The response must contain every line below in which "repository" appears.

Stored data

= = = =

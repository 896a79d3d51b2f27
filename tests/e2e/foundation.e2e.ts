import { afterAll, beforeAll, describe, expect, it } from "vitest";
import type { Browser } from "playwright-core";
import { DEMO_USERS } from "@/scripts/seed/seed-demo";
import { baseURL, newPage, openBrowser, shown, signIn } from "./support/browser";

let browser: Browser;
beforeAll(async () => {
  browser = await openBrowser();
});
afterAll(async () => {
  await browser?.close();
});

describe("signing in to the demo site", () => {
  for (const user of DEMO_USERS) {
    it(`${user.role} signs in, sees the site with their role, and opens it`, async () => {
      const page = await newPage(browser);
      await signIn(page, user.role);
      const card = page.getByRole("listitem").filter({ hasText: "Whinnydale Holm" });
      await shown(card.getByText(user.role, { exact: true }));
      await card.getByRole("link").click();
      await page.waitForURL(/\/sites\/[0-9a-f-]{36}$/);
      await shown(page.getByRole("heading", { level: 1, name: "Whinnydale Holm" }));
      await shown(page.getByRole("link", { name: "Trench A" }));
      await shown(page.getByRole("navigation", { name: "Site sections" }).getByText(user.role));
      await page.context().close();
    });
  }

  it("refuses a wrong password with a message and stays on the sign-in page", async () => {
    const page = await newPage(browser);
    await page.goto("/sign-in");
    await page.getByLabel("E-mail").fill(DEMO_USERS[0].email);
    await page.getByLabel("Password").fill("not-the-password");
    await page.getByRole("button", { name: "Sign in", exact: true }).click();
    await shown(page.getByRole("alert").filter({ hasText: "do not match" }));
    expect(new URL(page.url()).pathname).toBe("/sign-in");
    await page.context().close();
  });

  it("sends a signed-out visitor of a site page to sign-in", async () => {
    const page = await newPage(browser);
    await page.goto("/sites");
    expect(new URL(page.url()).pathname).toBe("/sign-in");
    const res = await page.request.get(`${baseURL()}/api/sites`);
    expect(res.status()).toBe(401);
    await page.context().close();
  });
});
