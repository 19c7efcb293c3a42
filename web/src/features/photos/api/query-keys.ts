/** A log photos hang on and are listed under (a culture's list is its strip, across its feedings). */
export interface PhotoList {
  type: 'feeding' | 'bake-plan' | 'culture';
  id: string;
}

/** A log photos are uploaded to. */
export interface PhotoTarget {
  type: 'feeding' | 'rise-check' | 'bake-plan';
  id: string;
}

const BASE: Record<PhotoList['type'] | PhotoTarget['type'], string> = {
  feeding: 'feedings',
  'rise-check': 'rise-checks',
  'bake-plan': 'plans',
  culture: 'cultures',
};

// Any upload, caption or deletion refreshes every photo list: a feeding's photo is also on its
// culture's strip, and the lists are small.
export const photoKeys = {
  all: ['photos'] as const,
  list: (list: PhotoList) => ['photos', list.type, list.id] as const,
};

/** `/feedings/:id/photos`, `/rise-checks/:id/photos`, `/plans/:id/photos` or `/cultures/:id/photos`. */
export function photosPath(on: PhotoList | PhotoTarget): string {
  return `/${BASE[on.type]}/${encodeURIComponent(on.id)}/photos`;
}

= = = =

Solution to this exercise
repository 896a79d3d51b2f27
repository 19c7efcb293c3a42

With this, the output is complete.